When we engage a person, or observe them, their non-verbal cues are both reactions to the environment/speaker, and also operant behaviors (behaviors that act to change or get something) on the environment/speaker. A smile after a compliment is both a reaction to the compliment, and a non-verbal communication to reward that compliment (intentional or not). It creates a chain of reactions and responses that lead in to longer and longer chains. Observing how one stimulus (cue, word) precedes a response (reaction, cue, etc), and then becomes the very stimulus that leads to a response from the original speaker shows us that it is a constant back and forth, each link in the chain both reinforcing and being reinforced (or punishing and being punished), as the conversation or interaction continues. [4].

Keeping that in mind, let’s also talk on what might modify the meaning of some of the cues above.

  • Frequency/Rate- What is the rate of interaction? Is a person engaging in these cues consistently, and how often are they responding to the speaker/situation?  A person engaging quickly with another person, both communicating in cues and words, may show greater interest. Higher rate means more engagement, which leads to higher rates of that interaction being reinforced (or punished, in some cases).
  • Extent in time- How long is the engagement going on? Let’s say you walked up to someone, spoke with them for 20 seconds, then moved on. Do you think that would be enough time to get a broad idea of their communication cues? How about 20 minutes? How might that give us a better idea and practice on picking up on this person’s cues?
  • Locus in time- This is both a factor of time (when), but also latency (how long it takes to get a reply). You might see this phenomenon more in texting, but it also may appear in group conversations. Imagine you speak to a person, and it takes them 5 minutes to get back to you; (assuming your follow the rules and take context into the picture) how might that effect your assessment of their interest?
  • Baseline- This is a very important factor in reading non-verbal communcation, or any communication in general. What information above is consistent with the individual? Do they talk often or less? Do they engage often or rarely? Do they speak slowly or quickly? Changes in these cues can be more important in determining non-verbal factors than the cues themselves. A person who appears calm and confident in posture, suddenly losing composure, gives us emphasis that a person who is erratic in their postures/expressions might not.

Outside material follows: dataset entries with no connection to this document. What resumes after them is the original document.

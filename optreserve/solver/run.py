"""Solve a case: build the model, run HiGHS, settle dead-band fixed points, verify
independently, read prices, and return a Result of pandas tables."""

from __future__ import annotations

import time
from dataclasses import replace
from typing import Callable

import numpy as np

from optreserve import progress
from optreserve.case.data import Case
from optreserve.errors import SolverError
from optreserve.model.build import ModelInfo, build_model
from optreserve.model.horizon import Horizon, lost_pairs, prepare
from optreserve.model.program import LinearProgram
from optreserve.output.results import Result
from optreserve.solver.backends import Outcome, solve_program
from optreserve.solver.diagnose import diagnose
from optreserve.solver.outcome import TIME_STATUSES, NoAllocationYet, best_verified, failed_pass
from optreserve.solver.prices import _attach_prices
from optreserve.solver.readback import _make_result, dispatch_view, exact_points, period_values
from optreserve.solver.timing import Clock, close_total

# Dead-band fixed point: stop when every settled guess moves less than this.
FIXED_POINT_TOL_HZ = 1e-7


FIXED_POINT_MAX_ITER = 30


def solve(case: Case, engine: str = "auto", time_limit: float | None = None,
          mip_gap: float | None = None, relax: bool = False, verbose: bool = False,
          extend: Callable[[LinearProgram, ModelInfo], None] | None = None,
          hz: Horizon | None = None, incremental: bool = False,
          price_step: float | None = None) -> Result:
    """Least-cost droop and headroom allocation meeting every event's limits.

    engine: "pyomo" (Pyomo model on Pyomo's HiGHS interface), "highspy" (bulk load), or
    "auto" (Pyomo for small models, bulk above backends.AUTO_BULK_NONZEROS nonzeros).
    extend: called on every model built (lp, info) to add blocks or change the objective
      (studies such as retune proposals); the result's cost is always the headroom cost.
    hz: the stacked case (model.prepare), e.g. with extra event instances.
    incremental: also re-solve once per event instance (and own-reserve requirement) grown
      by price_step MW (default max(1 MW, 1 %)) for incremental prices (solver/incremental.py;
      not with extend, whose objective is not the cost).
    Raises InfeasibleError (with a diagnosis) when no allocation meets the limits."""
    if case.is_nodal:  # buses.csv: lazy sparse flow rows (solver/rowgen.py)
        from optreserve.solver.rowgen import solve_nodal

        return solve_nodal(case, engine, time_limit, mip_gap, relax, verbose, extend, hz)
    t_start = time.perf_counter()
    clock = Clock()  # verify, nadir_check, prices: timings_s keys beside build and solve
    time_limit = time_limit if time_limit is not None else case.solver.time_limit_s
    mip_gap = mip_gap if mip_gap is not None else case.solver.mip_gap
    opts = dict(time_limit=time_limit, mip_gap=mip_gap, verbose=verbose)

    t0 = time.perf_counter()
    progress.step("preparing the model data")
    hz = prepare(case) if hz is None else hz
    t_build = time.perf_counter() - t0
    t_solve = 0.0
    x_hat = None
    iterations = 0
    history = []
    retried = False
    timed_out = False  # stopped by the time budget before the passes converged
    nadir = {"scale": None, "rounds": 0, "checked": False, "worst_hz": None}
    while True:
        iterations += 1
        t0 = time.perf_counter()
        progress.step("building the model" + (f" (dead-band pass {iterations})"
                                               if iterations > 1 else ""))
        lp, info = build_model(case, x_hat=x_hat, relax=relax, hz=hz,
                               nadir_scale=nadir["scale"])
        if extend is not None:
            extend(lp, info)
        t_build += time.perf_counter() - t0
        if time_limit is not None:  # the dead-band iterations share one time budget
            left = time_limit - (time.perf_counter() - t_start)
            if history and left <= 0:
                lp, info, out, points = best_verified(case, history, time_limit)
                timed_out = True
                break
            opts["time_limit"] = max(left, 0.01)
        start = history[-1][2].x if history and history[-1][0].n_cols == lp.n_cols else None
        out = solve_program(lp, engine=engine, want_duals=not lp.is_mip, start=start, **opts)
        t_build += out.emit_time_s
        t_solve += out.solve_time_s
        if out.status == "infeasible":
            if iterations == 1 and _needs_fixed_point(info) and not retried:
                # the first guess (every event at the limit) can misjudge dead-band flows:
                # take the settled points of the least-violating allocation and try again
                retried = True
                e_lp, e_info = build_model(case, elastic=True, hz=hz)
                if extend is not None:
                    extend(e_lp, e_info)
                e_out = solve_program(e_lp, engine="highspy")
                if e_out.x is not None:
                    guess = np.abs(exact_points(e_info, e_lp, e_out.x).deviation_hz)
                    x_hat = np.where((hz.dP > 0) & np.isfinite(guess) & (guess > 0), guess,
                                     info.x_hat)
                    iterations = 0
                    continue
            if not history:
                raise diagnose(case, hz, extend)
            # the dead-band guess moved into an infeasible corner: keep the last good answer
            lp, info, out = history[-1]
            points = None
            break
        if out.x is None:
            if out.status not in TIME_STATUSES:  # HiGHS failed: say so, in any pass
                raise failed_pass(out, iterations) if history else SolverError(
                    f"HiGHS stopped without a usable allocation ({out.status}: {out.message})")
            if history:  # a later dead-band pass ran out of time: the best verified answer
                lp, info, out, points = best_verified(case, history, time_limit)
                timed_out = True
                break
            raise NoAllocationYet.within(time_limit, out.message)
        info.hz = dispatch_view(info.hz, lp, out.x)
        history.append((lp, info, out))
        progress.step("recomputing settled points independently")
        with clock("verify"):
            points = exact_points(info, lp, out.x)
        exact = np.abs(points.deviation_hz)
        live = info.hz.dP > 0
        if not _needs_fixed_point(info):
            # no row depends on the settled guess: the exact deviation is the model's own
            info.x_hat = np.where(live, exact, info.x_hat)
            if clock.run("nadir_check", _nadir_round, case, info, lp, out, nadir):
                continue
            break
        if np.all(np.abs(exact - info.x_hat)[live] <= FIXED_POINT_TOL_HZ) or (
                iterations >= FIXED_POINT_MAX_ITER):
            if clock.run("nadir_check", _nadir_round, case, info, lp, out, nadir):
                x_hat = np.where(live & np.isfinite(exact), exact, info.x_hat)
                continue
            break
        x_hat = np.where(live & np.isfinite(exact), exact, info.x_hat)
        points = None

    with clock("verify"):
        result = _make_result(case, lp, info, out, relax, points, check_model=not timed_out)
    result.nadir_check = {k: nadir[k] for k in ("checked", "rounds", "worst_hz")}
    # our own tie-break price on headroom (model.TIE_BREAK_PER_MW_H) makes HiGHS remark on
    # "excessively small costs": that one is expected and not passed on
    result.solver_warnings = list(dict.fromkeys(
        w for _, _, o in history for w in o.warnings if "small costs" not in w))
    result.iterations = iterations
    with clock("prices"):  # its extra LP's build and solve included
        _attach_prices(result, lp, info, out)
    if incremental and extend is None and not relax:
        from optreserve.solver.incremental import attach_incremental

        with clock("incremental_prices"):  # the MILP re-solves at the grown event sizes
            attach_incremental(result, case, hz, info, out.x, price_step, time_limit,
                               nadir["scale"])
    result.timings_s.update(read=case.read_time_s, build=t_build, solve=t_solve, **clock,
                            write=0.0)
    close_total(result.timings_s, time.perf_counter() - t_start + case.read_time_s)
    return result


# The nadir rows rest on an aggregate (centre-of-inertia) swing equation; an area's own
# frequency can dip further. For up to this many event instances the allocation is simulated
# (simulate.py) and the rows of any event whose simulated nadir passes the limit are tightened
# in proportion, then the case is solved again (at most NADIR_ROUNDS times).
NADIR_SIM_MAX_INSTANCES = 200


NADIR_ROUNDS = 6


NADIR_MARGIN = 0.995


def _nadir_round(case: Case, info: ModelInfo, lp: LinearProgram, out: Outcome,
                 nadir: dict) -> bool:
    """Simulate the events against the nadir limit; tighten and ask for another solve when
    one breaks it. Returns True when the case must be solved again."""
    N_max = case.limits.max_nadir_deviation_hz
    hz = info.hz
    live = np.nonzero((hz.dP > 0) & (hz.H_sys > 0))[0]
    if N_max is None or len(live) == 0 or len(hz.dP) > NADIR_SIM_MAX_INSTANCES:
        return False
    from optreserve.dynamics.simulate import build_system, simulate_event

    progress.step("simulating events against the nadir limit")
    gain, r_up, r_dn = period_values(lp, info, out.x)
    worst = np.zeros(len(hz.dP))
    systems = {}
    lm, lj = lost_pairs(hz)
    for m in live:
        t = int(hz.inst_t[m])
        g = gain[t].copy()
        if hz.absent[m] >= 0:
            g[hz.absent[m]] = 0.0
        # a common-mode trip: the simulator takes one tripped unit; the others lose their
        # response and stored energy here
        extra = lj[(lm == m) & (lj != hz.trip[m])]
        g[extra] = 0.0
        key = (t, int(hz.absent[m]), tuple(extra))
        if key not in systems:
            sysm = build_system(case, g, r_up[t], r_dn[t], t=t)
            if len(extra):
                H = sysm.stored_energy_mw_s.copy()
                H[extra] = 0.0
                sysm = replace(sysm, stored_energy_mw_s=H)
            systems[key] = sysm
        tr = simulate_event(systems[key], float(hz.sigma[m] * hz.dP[m]), int(hz.inst_area[m]),
                            trip=int(hz.trip[m]), duration_s=30.0)
        worst[m] = abs(tr.nadir_hz - case.nominal_frequency_hz)
    nadir["checked"] = True
    nadir["worst_hz"] = float(worst.max())
    bad = worst > N_max * (1 + 1e-4)
    if not bad.any() or nadir["rounds"] >= NADIR_ROUNDS:
        return False
    scale = np.ones(len(hz.dP)) if nadir["scale"] is None else nadir["scale"].copy()
    scale[bad] *= N_max / worst[bad] * NADIR_MARGIN
    nadir["scale"] = scale
    nadir["rounds"] += 1
    return True


def _needs_fixed_point(info: ModelInfo) -> bool:
    hz = info.hz
    live = (hz.dP > 0).any() or (hz.co_opt and (hz.dP_var >= 0).any())
    guessed = (hz.d_hz[hz.capable_b.any(axis=0)] > 0).any() or hz.co_opt
    return bool(len(info.case.links) and guessed and live)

Taking all these things in to consideration can give a much broader and more accurate depiction of the people you engage with (or watch), and with a little practice, can improve observation skills in and out of conversations.

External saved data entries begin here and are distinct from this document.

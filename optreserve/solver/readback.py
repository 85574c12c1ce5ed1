"""Reading a solved program back: per-period values, the model's own prediction of settled
points and flows, and the independent exact evaluation they are checked against."""

from __future__ import annotations

import numpy as np

from optreserve.case.data import Case
from optreserve.case.nodal import area_level
from optreserve.errors import VerificationError
from optreserve.model.build import ModelInfo
from optreserve.model.horizon import (
    Horizon,
    direction_key,
    effective_factor,
    out_pairs,
    responds,
    responds_in,
)
from optreserve.model.program import LinearProgram
from optreserve.output.results import Result
from optreserve.solver.backends import Outcome
from optreserve.verify.breaks import evaluate
from optreserve.verify.roundoff import snap_up
from optreserve.verify.settle import BatchPoints

# An independent recalculation may differ from the optimiser's own figures by this much
# before it counts as an error.
AGREE_HZ = 0.5e-3


AGREE_MW = 0.5


def dispatch_view(hz: Horizon, lp: LinearProgram, x: np.ndarray) -> Horizon:
    """Under co-optimisation: the stacked case at the dispatch found (outputs, pre-event flows
    F0 = Phi (P_a - L_a), and trip sizes that follow the tripped unit's output)."""
    if not hz.co_opt:
        return hz
    from dataclasses import replace

    T, N = hz.T, hz.N
    out = hz.out.copy()
    tt, ii = np.nonzero(np.broadcast_to(hz.disp, (T, N)))
    out[tt, ii] = np.round(lp.value(x, "p"), 6)  # 1 W: below it is solver round-off
    onehot = np.zeros((N, hz.load.shape[1]))
    onehot[np.arange(N), hz.area] = 1.0
    F0 = np.einsum("tla,ta->tl", hz.Phi, out @ onehot - hz.load)
    mv = hz.dP_var >= 0
    size = np.where(mv, out[hz.inst_t, np.maximum(hz.dP_var, 0)], hz.sigma * hz.dP)
    return replace(hz, out=out, F0=F0, dP=np.abs(size), sigma=np.where(size < 0, -1.0, 1.0))


def period_values(lp: LinearProgram, info: ModelInfo, x: np.ndarray):
    """Per period (T, N): gain that responds, up and down headroom."""
    hz = info.hz
    N, T = hz.N, hz.T
    K = lp.value(x, "K").reshape(hz.n_blocks, N)
    K = np.where(K > 1e-9, K, 0.0)
    gain = K[hz.block] * hz.avail
    r_up = lp.value(x, "r_up").reshape(T, N)
    r_dn = lp.value(x, "r_dn").reshape(T, N)
    # the solver may leave headroom a hair (its feasibility tolerance) below what the droop
    # needs at full activation: report the rule's value, not the round-off (verify/roundoff)
    need = gain * hz.a_act[None, :]
    up, dn = responds(hz)
    r_up = snap_up(r_up, need, hz.need_up[:, None] & up)
    r_dn = snap_up(r_dn, need, hz.need_dn[:, None] & dn)
    return gain, np.where(r_up > 1e-9, r_up, 0.0), np.where(r_dn > 1e-9, r_dn, 0.0)


def exact_points(info: ModelInfo, lp: LinearProgram, x: np.ndarray) -> BatchPoints:
    """Independent settled points of every event instance (scalar balance + DC flows)."""
    gain, r_up, r_dn = period_values(lp, info, x)
    return evaluate_allocation(info.case, info.hz, gain, r_up, r_dn)


def evaluate_allocation(case: Case, hz: Horizon, gain, r_up, r_dn) -> BatchPoints:
    """Independent settled points of every instance for per-period gains and headroom."""
    case = area_level(case)  # nodal flows: verify/nodal.py (solver/rowgen.py)
    return evaluate(case, hz, gain, r_up, r_dn)


def model_beta(lp: LinearProgram, info: ModelInfo, x: np.ndarray) -> np.ndarray:
    """beta'_ma (MW/Hz) per event instance and area as the model sees it: dead-band-reduced
    gains at the guess x_hat, tripped unit out, plus load self-regulation."""
    hz = info.hz
    n_a, n_k = len(info.case.areas), len(info.classes)
    K = lp.value(x, "K")
    G = lp.value(x, "G").reshape(-1, n_a, n_k)
    t = hz.inst_t
    c = effective_factor(info.classes, info.x_hat)  # (M, K)
    beta = (G[info.group_of_t[direction_key(hz)]] * c[:, None, :]).sum(axis=2) + hz.D_a[t]
    resp = responds_in(hz)  # (M, N)
    m, j = out_pairs(hz)  # providers that respond in the period but not here
    m, j = m[resp[m, j]], j[resp[m, j]]
    with np.errstate(divide="ignore", invalid="ignore"):
        cj = np.clip(1.0 - hz.d_hz[j] / np.where(info.x_hat[m] > 0, info.x_hat[m], np.inf),
                     0.0, 1.0)
    np.subtract.at(beta, (m, hz.area[j]), cj * K[hz.block[t[m]] * hz.N + j])
    return beta


def model_prediction(lp: LinearProgram, info: ModelInfo, x: np.ndarray):
    """The optimiser's own view of each event instance: settled |df| = dP / beta' and link
    flows from the multiply-by-beta' form, at the gains it chose."""
    hz = info.hz
    beta = model_beta(lp, info, x)
    t = hz.inst_t
    B = beta.sum(axis=1)
    with np.errstate(divide="ignore", invalid="ignore"):
        dev = np.where(hz.dP > 0, hz.dP / B, 0.0)
        share = beta / B[:, None]
    Phi = hz.Phi[t]  # (M, L, A)
    F0 = hz.F0[t]
    Phi_e = np.take_along_axis(Phi, hz.inst_area[:, None, None], axis=2)[:, :, 0]
    flows = F0 + (hz.sigma * hz.dP)[:, None] * (np.einsum("mla,ma->ml", Phi, share) - Phi_e)
    flows[hz.dP == 0] = F0[hz.dP == 0]
    return dev, flows


def _make_result(case: Case, lp: LinearProgram, info: ModelInfo, out: Outcome,
                 relax: bool, points: BatchPoints | None = None,
                 check_model: bool = True) -> Result:
    """The Result of a pass, verified independently. check_model=False (a pass the time
    limit stopped before its settled guess converged): the optimiser's own figures rest on
    that guess, so only the limits themselves are checked, not the agreement."""
    if points is None:
        points = exact_points(info, lp, out.x)
    dev_model, flow_model = model_prediction(lp, info, out.x)
    dev_exact = np.abs(points.deviation_hz)
    flows_exact = points.flow_after_mw
    dis_f = float(np.max(np.abs(dev_exact - dev_model), initial=0.0))
    dis_p = float(np.max(np.abs(flows_exact - flow_model), initial=0.0))
    if not np.all(np.isfinite(dev_exact)) or check_model and (dis_f > AGREE_HZ
                                                             or dis_p > AGREE_MW):
        raise VerificationError(
            f"independent recalculation disagrees with the optimiser: settled deviation by "
            f"{dis_f * 1000:.3f} mHz, link flows by {dis_p:.3f} MW (allowed {AGREE_HZ * 1000} mHz,"
            f" {AGREE_MW} MW)")
    F = case.limits.max_settled_deviation_hz
    viol_f = dev_exact - F
    lim = info.hz.Fmax[info.hz.inst_t]
    viol_p = np.abs(flows_exact) - lim
    if (viol_f > 1e-5).any() or (viol_p > 1e-3 * np.maximum(1.0, lim / 100)).any():
        raise VerificationError(
            "the allocation breaks a limit after independent recalculation: "
            f"worst settled excess {max(viol_f.max(initial=0), 0) * 1000:.4f} mHz, worst link "
            f"excess {max(viol_p.max(initial=0), 0):.4f} MW")
    gain, r_up, r_dn = period_values(lp, info, out.x)
    return Result.build(case, info, lp, out, gain, r_up, r_dn, points, relax,
                        {"max_frequency_disagreement_hz": dis_f,
                         "max_flow_disagreement_mw": dis_p})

Questions, comments, thoughts? Leave them below!

References:

1. Mehrabian, A., & Ferris, S. R. (1967). Inference of attitudes from nonverbal communication in two channels. Journal of Consulting Psychology, 31(3), 248-252. doi:10.1037/h0024648

2. Pease, A., & Pease, B. (2006). The definitive book of body language. New York: Bantam Books.

3.  Ekman, P. (1980). The face of man: expressions of universal emotions in a New Guinea village. New York: Garland STPM Press.

4. Cooper, J. O., Heron, T. E., & Heward, W. L. (1987). Applied behavior analysis. Columbus: Merrill Pub. Co.